** Exercise directions **
The response should be the lines of the data, starting at the first and ending at the one that contains "for i, h := range", copied without change.
____ Data for this task
package present

import (
	"fmt"
	"math"
	"strings"

	"pasval/internal/assess"
	"pasval/internal/plantfile"
	"pasval/internal/units"
	"pasval/regen"
)

// Grid is a table's content: the terminal and the record lay it out their own way.
type Grid struct {
	Headers []string
	Right   []bool // right-aligned (numeric) columns
	Rows    [][]string
}

func grid(headers ...string) Grid {
	g := Grid{Right: make([]bool, len(headers))}
	for i, h := range headers {
		if strings.HasPrefix(h, ">") {
			g.Right[i], h = true, h[1:]
		}
		g.Headers = append(g.Headers, h)
	}
	return g
}

func (g *Grid) add(cells ...string) { g.Rows = append(g.Rows, cells) }

// SectionLabel names a section: "regeneration", "cooling: chilled water".
func SectionLabel(s assess.Section) string {
	if s.Stage != "" {
		return s.Name + ": " + s.Stage
	}
	return s.Name
}

// OtherStream names the stream on a section's other side.
func OtherStream(p *plantfile.Plant, s assess.Section) string {
	switch s.Kind {
	case regen.RegenerationSection:
		return "pasteurized product"
	case regen.HeatingSection:
		if p.Heating != nil {
			return p.Heating.Medium.Name
		}
		return ""
	case regen.CoolingSection:
		for _, c := range p.Cooling {
			if c.Name == s.Stage {
				return c.Medium.Name
			}
		}
		return ""
	}
	panic(fmt.Sprintf("%sno other stream for section kind %v", panicPrefix, int(s.Kind)))
}

// DutyUnit is kW in SI and Btu/h in US units.
func (d Display) DutyUnit() string {
	if d.Sys == units.US {
		return "Btu/h"
	}
	return "kW"
}

// Sections is the duty-and-size table of the heat-exchange sections.
func Sections(res *assess.Result, d Display) Grid {
	area := d.Unit(units.Area)
	g := grid("section", "mode", "arrangement", ">duty "+d.DutyUnit(), ">LMTD "+d.Unit(units.TemperatureDifference),
		">NTU", ">ε", ">required "+area, ">installed "+area, ">plates")
	for _, s := range res.Sections {
		g.add(SectionLabel(s), s.Mode, s.Arrangement, d.Power(s.DutyKW*1e3), d.Num(s.LMTDK, units.TemperatureDifference, 2),
			fmt.Sprintf("%.2f", s.NTU), fmt.Sprintf("%.3f", s.Effectiveness),
			d.Num(s.RequiredAreaM2, units.Area, 2), d.Num(s.InstalledAreaM2, units.Area, 2), fmt.Sprintf("%d", s.Plates))
	}
	return g
}

// Temperatures is the four temperatures of each section.
func Temperatures(res *assess.Result, d Display) Grid {
	g := grid("section", ">product in", ">product out", ">other in", ">other out", "other stream")
	for _, s := range res.Sections {
		other := OtherStream(res.Plant, s)
		if s.MediumAvailableC != nil {
			other += fmt.Sprintf(" (in: required; %s available)", d.With(*s.MediumAvailableC, units.Temperature, 2))
		}
		g.add(SectionLabel(s), d.Num(s.ProductInC, units.Temperature, 2), d.Num(s.ProductOutC, units.Temperature, 2),
			d.Num(s.OtherInC, units.Temperature, 2), d.Num(s.OtherOutC, units.Temperature, 2), other)
	}
	return g
}

// CheckLabel is a check's id, with the organism for log-reduction checks.
func CheckLabel(c assess.Check) string {
	switch {
	case c.Organism != "":
		return string(c.ID) + " (" + c.Organism + ")"
	case c.Section != "":
		return string(c.ID) + " (" + c.Section + ")"
	case c.Name != "":
		return string(c.ID) + " (" + c.Name + ")"
	}
	return string(c.ID)
}

// Checks is the checks table: verdict, required (with ≥ or ≤), actual, margin, note.
func Checks(res *assess.Result, d Display) Grid {
	g := grid("check", "result", ">required", ">actual", ">margin", "note")
	for _, c := range res.Checks {
		verdict := "PASS"
		if !c.Pass {
			verdict = "FAIL"
		}
		op := "≥ "
		switch {
		case c.Unit == "pass":
			op = ""
		case c.Limit == "max":
			op = "≤ "
		}
		req, act := CheckValues(c, d)
		g.add(CheckLabel(c), verdict, op+req, act, CheckMargin(c, d), CheckNote(c, d))
	}
	return g
}

// NotJudged is the result of a plant no check applies to: never PASS.
const NotJudged = "NOT JUDGED: no check applies"

// VerdictWord is a result's verdict in one word: PASS, FAIL, or NOT JUDGED
// when no check applies.
func VerdictWord(res *assess.Result) string {
	switch {
	case !res.Judged:
		return "NOT JUDGED"
	case res.Pass:
		return "PASS"
	}
	return "FAIL"
}

// FlowText is the product rates as entered: a rate the file leaves out is
// said to be the other one, and no rate at all is "not entered".
func FlowText(res *assess.Result, d Display) string {
	f, pp := res.Plant.Flow, res.Product
	normal, seal := d.With(pp.MassFlow/pp.Density, units.VolumeFlow, 0), d.With(pp.MaxMassFlow/pp.Density, units.VolumeFlow, 0)
	switch {
	case f.Rate.Set && f.MaxRate.Set:
		return normal + " normal, " + seal + " sealed maximum"
	case f.Rate.Set:
		return normal + " normal, taken as the sealed maximum (flow.max_rate not entered)"
	case f.MaxRate.Set:
		return seal + " sealed maximum, taken as the normal rate (flow.rate not entered)"
	}
	return "not entered (nothing here needs it: no heat-exchange section or holding tube)"
}

// Overall is the one-line result of the checks.
func Overall(res *assess.Result) string {
	failed := 0
	for _, c := range res.Checks {
		if !c.Pass {
			failed++
		}
	}
	switch {
	case len(res.Checks) == 0:
		return NotJudged
	case failed == 0:
		return fmt.Sprintf("PASS, all %d checks pass", len(res.Checks))
	}
	return fmt.Sprintf("FAIL, %d of %d checks fail", failed, len(res.Checks))
}

// HoldingOverall is the one-line result of hold, whose checks are the
// holding tube's alone (res holds only those): it says so, and names the
// command that judges every check.
func HoldingOverall(res *assess.Result) string {
	failed := 0
	for _, c := range res.Checks {
		if !c.Pass {
			failed++
		}
	}
	const only = "; hold judges the holding tube only: 'pasval check' judges every check"
	switch {
	case len(res.Checks) == 0:
		return "NOT JUDGED: no check of the holding tube applies" + only
	case failed == 0:
		return fmt.Sprintf("PASS, all %d checks of the holding tube pass", len(res.Checks)) + only
	}
	return fmt.Sprintf("FAIL, %d of %d checks of the holding tube fail", failed, len(res.Checks)) + only
}

// HoldingFacts are the holding tube's labelled values.
func HoldingFacts(res *assess.Result, d Display) [][2]string {
	h := res.HoldingTube
	p := res.Plant
	var kv [][2]string
	add := func(k, v string) { kv = append(kv, [2]string{k, v}) }
	geom := fmt.Sprintf("inner diameter %s, length %s, hold-up %s", d.Small(h.InnerDiameterM), d.With(h.LengthM, units.Length, 2),
		d.With(h.VolumeL/1e3, units.Volume, 1))
	if p.HoldingTube.SanitaryTube.Set {
		geom = p.HoldingTube.SanitaryTube.Text + " sanitary tube, " + geom
	}
	add("tube", geom)
	if h.Slope != nil {
		add("slope", fmt.Sprintf("rise %s = %s (minimum %s)", d.Small(p.HoldingTube.Rise.SI), Slope(*h.Slope, d), Slope(h.MinSlope, d)))
	}
	rheo := fmt.Sprintf("viscosity %s at the setpoint", d.With(h.ViscosityPas, units.Viscosity, 3))
	if p.Product.PowerLaw != nil {
		rheo = fmt.Sprintf("power law n = %.3g, K = %s", h.FlowIndex, p.Product.PowerLaw.Consistency.Text)
	}
	add("product", fmt.Sprintf("density %s, %s", d.With(h.DensityKgM3, units.Density, 1), rheo))
	ratio := fmt.Sprintf("%.3f", h.FastestToMean)
	if h.FastestToMeanOverridden {
		ratio += " (entered)"
	}
	add("flow", fmt.Sprintf("mean velocity %s/s, Re %.0f (%s), fastest/mean %s at the sealed maximum", d.With(h.MeanVelocity, units.Length, 3), h.Reynolds, h.Regime, ratio))
	add("residence", fmt.Sprintf("fastest particle %.2f s, mean %.2f s at the sealed maximum", h.MinResidenceS, h.MeanResidenceS))
	if h.WorstFlowAtSeal {
		add("worst flow", "the sealed maximum: no lower flow gives the fastest particle less time")
	} else {
		add("worst flow", fmt.Sprintf("%s (%s, just below Re 4000): fastest/mean %.3f, fastest particle %.2f s; the holding time and log reductions are judged here",
			d.Flow(h.WorstFlowM3s), h.WorstFlowRegime, h.WorstFastestToMean, h.WorstMinResidenceS))
	}
	judged := fmt.Sprintf("the setpoint %s", d.With(h.SetpointC, units.Temperature, 2))
	if h.SensorAccuracyK > 0 {
		judged = fmt.Sprintf("%s, the setpoint %s less the sensor accuracy %s", d.With(h.JudgedTemperatureC, units.Temperature, 2),
			d.With(h.SetpointC, units.Temperature, 2), d.With(h.SensorAccuracyK, units.TemperatureDifference, 2))
	}
	switch {
	case h.CreditHeatLoss:
		judged += "; log reductions with the heat-loss profile (credit taken: holding_tube.credit_heat_loss: true)"
	case h.InletTemperatureC != h.OutletTemperatureC:
		judged += "; log reductions with the tube isothermal there (the heat-loss credit is shown, not taken)"
	}
	add("judged at", judged)
	if h.InletTemperatureC != h.OutletTemperatureC {
		add("temperature", fmt.Sprintf("inlet %s → outlet %s with heat loss; the heater delivers %s at the normal rate",
			d.With(h.InletTemperatureC, units.Temperature, 2), d.With(h.OutletTemperatureC, units.Temperature, 2), d.With(h.HeatingOutletC, units.Temperature, 2)))
	} else {
		add("temperature", fmt.Sprintf("%s throughout (no heat loss entered)", d.With(h.OutletTemperatureC, units.Temperature, 2)))
	}
	if h.PasteurizationUnits != nil {
		add("PU", fmt.Sprintf("%.2f pasteurization units (1 PU = 1 min at 60 °C, z = 7 °C)", *h.PasteurizationUnits))
	}
	return kv
}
________
** Expected answer **
package present

import (
	"fmt"
	"math"
	"strings"

	"pasval/internal/assess"
	"pasval/internal/plantfile"
	"pasval/internal/units"
	"pasval/regen"
)

// Grid is a table's content: the terminal and the record lay it out their own way.
type Grid struct {
	Headers []string
	Right   []bool // right-aligned (numeric) columns
	Rows    [][]string
}

func grid(headers ...string) Grid {
	g := Grid{Right: make([]bool, len(headers))}
	for i, h := range headers {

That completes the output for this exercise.